EXERCISE DIRECTIONS = Extract every entry word for word.

[Stored dataset items]
******
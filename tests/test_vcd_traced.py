"""Waveforms of free cycles written from a trace are the phase-by-phase waveforms, byte for byte.

A recording alone lets the run take free cycles as one trace (no hook per
phase); attaching a second, plain observer forces the phase-by-phase path.
The phase-by-phase dump is itself checked against pyvcd and vcdvcd (PyPI)
in test_vcd_as_before, so the traced one is held to the same reference.
Every machine file of the project, random programs from its own
instruction table, halts resumed, windows and a fixed time unit.
"""

from __future__ import annotations

from typing import NamedTuple

import pytest
from hypothesis import HealthCheck, given, settings
from hypothesis import strategies as st
from vcdvcd import VCDVCD

import asm
from emu import Observer, load_machine
from emu.testing import programs
from emu.timing import record_vcd

from engine_support import MACHINE_FILES, MACHINES, boot

SETTINGS = settings(max_examples=25, deadline=None, suppress_health_check=[HealthCheck.too_slow,
                                                                           HealthCheck.function_scoped_fixture])


def drive(emu, cycles: int) -> None:
    """Run, resuming after every halt, then the switch to stop and back: free cycles between halts."""
    for _ in range(5):
        if emu.run(max_cycles=cycles).kind == "halted":
            emu.press_resume()
    emu.set_switch_run(False)
    emu.run(max_cycles=10)
    emu.press_step()
    emu.set_switch_run(True)
    emu.run(max_cycles=cycles)


class Dumped(NamedTuple):
    text: str
    traced_cycles: int
    counters: tuple
    """Where the emulator ended: cycles, instructions, time, sequencer, instruction address."""


def dump(machine, words, path, *, stepping: bool, run_cycles: int, **window) -> Dumped:
    emu = boot(machine, words, switches=0x5A & machine.data_mask, input_bytes=b"\x03\x41")
    if stepping:
        emu.observe(Observer())
    with record_vcd(emu, path, **window) as recording:
        drive(emu, run_cycles)
    traces = recording.recorder.traces
    return Dumped(path.read_text(), 0 if traces is None else traces.cycles_written,
                  (emu.cycles, emu.instructions, emu.time_ns, emu.sequencer, emu.instruction_address))


def straight_program(machine) -> list[int]:
    """Every instruction that neither halts nor jumps, once, filling up to half the memory."""
    words = [w for ins in machine.instructions if not ins.drives_halt and not ins.has_jumps
             for w in ins.encode({n: 1 if f.kind.is_register else max(f.kind.low, 0) for n, f in ins.fields.items()})]
    return words[:machine.memory_words // 2]


@pytest.mark.parametrize("name", sorted(MACHINES))
@SETTINGS
@given(data=st.data())
def test_a_traced_dump_is_the_phase_by_phase_dump(name, data, tmp_path):
    machine = MACHINES[name]
    words = data.draw(programs(machine))
    cycles = data.draw(st.integers(1, 400))
    window = data.draw(st.one_of(st.just({}), st.fixed_dictionaries(
        {"start": st.integers(0, 300), "cycles": st.integers(1, 300)})))
    if data.draw(st.booleans()):
        window["unit_ns"] = 1
    traced = dump(machine, words, tmp_path / "traced.vcd", stepping=False, run_cycles=cycles, **window)
    stepped = dump(machine, words, tmp_path / "stepped.vcd", stepping=True, run_cycles=cycles, **window)
    assert (traced.text, traced.counters) == (stepped.text, stepped.counters)


@pytest.mark.parametrize("name", ["ref8", "wire8", "skep"])
def test_a_long_run_is_traced_and_reads_back(name, tmp_path):
    """A loop with no halt for thousands of cycles takes the traced path, and vcdvcd (PyPI)
    reads the same signals from it as from the phase-by-phase dump."""
    machine = MACHINES[name]
    words = straight_program(machine)
    traced = dump(machine, words, tmp_path / "traced.vcd", stepping=False, run_cycles=3000)
    stepped = dump(machine, words, tmp_path / "stepped.vcd", stepping=True, run_cycles=3000)
    assert traced.traced_cycles > 2000
    assert (traced.text, traced.counters) == (stepped.text, stepped.counters)
    ours, theirs = VCDVCD(str(tmp_path / "traced.vcd")), VCDVCD(str(tmp_path / "stepped.vcd"))
    assert sum(len(ours[s].tv) for s in ours.signals) > 10_000
    assert {s: ours[s].tv for s in ours.signals} == {s: theirs[s].tv for s in theirs.signals}


@pytest.mark.parametrize("name, window", [("ref8", {}), ("acc12", {"start": 7, "cycles": 9_000}),
                                          ("skep", {"cycles": 9_001})])
def test_a_trace_longer_than_the_writer_takes_at_once_is_the_phase_by_phase_dump(name, window, tmp_path):
    """Thousands of cycles in one trace are written a slice at a time: the values, the sequencer's
    count and the times carry over from slice to slice, and a window may end inside the last."""
    machine = MACHINES[name]
    words = straight_program(machine)
    traced = dump(machine, words, tmp_path / "traced.vcd", stepping=False, run_cycles=10_000, **window)
    stepped = dump(machine, words, tmp_path / "stepped.vcd", stepping=True, run_cycles=10_000, **window)
    assert traced.traced_cycles > 8_900
    assert (traced.text, traced.counters) == (stepped.text, stepped.counters)


def test_a_register_too_wide_to_list_its_values_is_traced_the_same(tmp_path):
    """The texts of changes are kept in a table by value while every register's values fit one;
    a 24-bit register does not, and its machine's dump is still the phase-by-phase one."""
    source = MACHINE_FILES["acc12"].read_text()
    assert "[internal]\nir = 12\n" in source
    path = tmp_path / "acc12_wide.toml"
    path.write_text(source.replace("[internal]\nir = 12\n", "[internal]\nir = 12\nscratch = 24\n"))
    machine = load_machine(path)
    words = straight_program(machine)
    traced = dump(machine, words, tmp_path / "traced.vcd", stepping=False, run_cycles=2_000)
    stepped = dump(machine, words, tmp_path / "stepped.vcd", stepping=True, run_cycles=2_000)
    assert traced.traced_cycles > 1_500
    assert "$var wire 24" in traced.text
    assert (traced.text, traced.counters) == (stepped.text, stepped.counters)


def test_a_trace_cut_by_ctrl_c_is_in_the_dump_up_to_the_last_cycle_counted(tmp_path):
    """Ctrl-C lands inside a traced stretch (here: a port read raises it, as a signal would
    between two statements); the cycles it had counted are still written, so the dump ends
    at the emulator's time with one rising clock edge for each of its cycles."""
    machine = MACHINES["ref8"]
    program = asm.assemble_text("top: in r0, 1\n  inc r1\n  add r2, r0\n  jmp top\n", machine)
    emu = boot(machine, program.flat(), input_bytes=bytes(range(256)) * 8)
    reads = []

    def interrupt_at_the_thousandth(port, device):
        reads.append(port)
        if len(reads) == 1_000:
            raise KeyboardInterrupt

    emu.ports.listen(interrupt_at_the_thousandth)
    path = tmp_path / "cut.vcd"
    with pytest.raises(KeyboardInterrupt), record_vcd(emu, path) as recording:
        emu.run(max_cycles=100_000)
    assert recording.recorder.traces.cycles_written > 5_000
    waves = VCDVCD(str(path))
    rises = [t for t, level in waves["ref8.clock"].tv if level == "1"]
    assert waves.endtime * 10_000_000 == emu.time_ns   # the unit: 10 ms
    assert len(rises) == emu.cycles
******
TASK RESPONSE =
filename tests/test_vcd_traced.py
"""Waveforms of free cycles written from a trace are the phase-by-phase waveforms, byte for byte.

A recording alone lets the run take free cycles as one trace (no hook per
phase); attaching a second, plain observer forces the phase-by-phase path.
The phase-by-phase dump is itself checked against pyvcd and vcdvcd (PyPI)
in test_vcd_as_before, so the traced one is held to the same reference.
Every machine file of the project, random programs from its own
instruction table, halts resumed, windows and a fixed time unit.
"""

from __future__ import annotations

from typing import NamedTuple

import pytest
from hypothesis import HealthCheck, given, settings
from hypothesis import strategies as st
from vcdvcd import VCDVCD

import asm
from emu import Observer, load_machine
from emu.testing import programs
from emu.timing import record_vcd

from engine_support import MACHINE_FILES, MACHINES, boot

SETTINGS = settings(max_examples=25, deadline=None, suppress_health_check=[HealthCheck.too_slow,
                                                                           HealthCheck.function_scoped_fixture])


def drive(emu, cycles: int) -> None:
    """Run, resuming after every halt, then the switch to stop and back: free cycles between halts."""
    for _ in range(5):
        if emu.run(max_cycles=cycles).kind == "halted":
            emu.press_resume()
    emu.set_switch_run(False)
    emu.run(max_cycles=10)
    emu.press_step()
    emu.set_switch_run(True)
    emu.run(max_cycles=cycles)


class Dumped(NamedTuple):
    text: str
    traced_cycles: int
    counters: tuple
    """Where the emulator ended: cycles, instructions, time, sequencer, instruction address."""


def dump(machine, words, path, *, stepping: bool, run_cycles: int, **window) -> Dumped:
    emu = boot(machine, words, switches=0x5A & machine.data_mask, input_bytes=b"\x03\x41")
    if stepping:
        emu.observe(Observer())
    with record_vcd(emu, path, **window) as recording:
        drive(emu, run_cycles)
    traces = recording.recorder.traces
    return Dumped(path.read_text(), 0 if traces is None else traces.cycles_written,
                  (emu.cycles, emu.instructions, emu.time_ns, emu.sequencer, emu.instruction_address))


def straight_program(machine) -> list[int]:
    """Every instruction that neither halts nor jumps, once, filling up to half the memory."""
    words = [w for ins in machine.instructions if not ins.drives_halt and not ins.has_jumps
             for w in ins.encode({n: 1 if f.kind.is_register else max(f.kind.low, 0) for n, f in ins.fields.items()})]
    return words[:machine.memory_words // 2]


@pytest.mark.parametrize("name", sorted(MACHINES))
@SETTINGS
@given(data=st.data())
def test_a_traced_dump_is_the_phase_by_phase_dump(name, data, tmp_path):
    machine = MACHINES[name]
    words = data.draw(programs(machine))
    cycles = data.draw(st.integers(1, 400))
    window = data.draw(st.one_of(st.just({}), st.fixed_dictionaries(
        {"start": st.integers(0, 300), "cycles": st.integers(1, 300)})))
    if data.draw(st.booleans()):
        window["unit_ns"] = 1
    traced = dump(machine, words, tmp_path / "traced.vcd", stepping=False, run_cycles=cycles, **window)
    stepped = dump(machine, words, tmp_path / "stepped.vcd", stepping=True, run_cycles=cycles, **window)
    assert (traced.text, traced.counters) == (stepped.text, stepped.counters)


@pytest.mark.parametrize("name", ["ref8", "wire8", "skep"])
def test_a_long_run_is_traced_and_reads_back(name, tmp_path):
    """A loop with no halt for thousands of cycles takes the traced path, and vcdvcd (PyPI)
    reads the same signals from it as from the phase-by-phase dump."""
    machine = MACHINES[name]
    words = straight_program(machine)
    traced = dump(machine, words, tmp_path / "traced.vcd", stepping=False, run_cycles=3000)
    stepped = dump(machine, words, tmp_path / "stepped.vcd", stepping=True, run_cycles=3000)
    assert traced.traced_cycles > 2000
    assert (traced.text, traced.counters) == (stepped.text, stepped.counters)
    ours, theirs = VCDVCD(str(tmp_path / "traced.vcd")), VCDVCD(str(tmp_path / "stepped.vcd"))
    assert sum(len(ours[s].tv) for s in ours.signals) > 10_000
    assert {s: ours[s].tv for s in ours.signals} == {s: theirs[s].tv for s in theirs.signals}


@pytest.mark.parametrize("name, window", [("ref8", {}), ("acc12", {"start": 7, "cycles": 9_000}),
                                          ("skep", {"cycles": 9_001})])
def test_a_trace_longer_than_the_writer_takes_at_once_is_the_phase_by_phase_dump(name, window, tmp_path):
    """Thousands of cycles in one trace are written a slice at a time: the values, the sequencer's
    count and the times carry over from slice to slice, and a window may end inside the last."""
    machine = MACHINES[name]
    words = straight_program(machine)
    traced = dump(machine, words, tmp_path / "traced.vcd", stepping=False, run_cycles=10_000, **window)
    stepped = dump(machine, words, tmp_path / "stepped.vcd", stepping=True, run_cycles=10_000, **window)
    assert traced.traced_cycles > 8_900
    assert (traced.text, traced.counters) == (stepped.text, stepped.counters)


def test_a_register_too_wide_to_list_its_values_is_traced_the_same(tmp_path):
    """The texts of changes are kept in a table by value while every register's values fit one;
    a 24-bit register does not, and its machine's dump is still the phase-by-phase one."""
    source = MACHINE_FILES["acc12"].read_text()
    assert "[internal]\nir = 12\n" in source
    path = tmp_path / "acc12_wide.toml"
    path.write_text(source.replace("[internal]\nir = 12\n", "[internal]\nir = 12\nscratch = 24\n"))
    machine = load_machine(path)
    words = straight_program(machine)
    traced = dump(machine, words, tmp_path / "traced.vcd", stepping=False, run_cycles=2_000)
    stepped = dump(machine, words, tmp_path / "stepped.vcd", stepping=True, run_cycles=2_000)
    assert traced.traced_cycles > 1_500
    assert "$var wire 24" in traced.text
    assert (traced.text, traced.counters) == (stepped.text, stepped.counters)


def test_a_trace_cut_by_ctrl_c_is_in_the_dump_up_to_the_last_cycle_counted(tmp_path):
    """Ctrl-C lands inside a traced stretch (here: a port read raises it, as a signal would
    between two statements); the cycles it had counted are still written, so the dump ends
    at the emulator's time with one rising clock edge for each of its cycles."""
    machine = MACHINES["ref8"]
    program = asm.assemble_text("top: in r0, 1\n  inc r1\n  add r2, r0\n  jmp top\n", machine)
    emu = boot(machine, program.flat(), input_bytes=bytes(range(256)) * 8)
    reads = []

    def interrupt_at_the_thousandth(port, device):
        reads.append(port)
        if len(reads) == 1_000:
            raise KeyboardInterrupt

    emu.ports.listen(interrupt_at_the_thousandth)
    path = tmp_path / "cut.vcd"
    with pytest.raises(KeyboardInterrupt), record_vcd(emu, path) as recording:
        emu.run(max_cycles=100_000)
    assert recording.recorder.traces.cycles_written > 5_000
    waves = VCDVCD(str(path))
    rises = [t for t, level in waves["ref8.clock"].tv if level == "1"]
    assert waves.endtime * 10_000_000 == emu.time_ns   # the unit: 10 ms
    assert len(rises) == emu.cycles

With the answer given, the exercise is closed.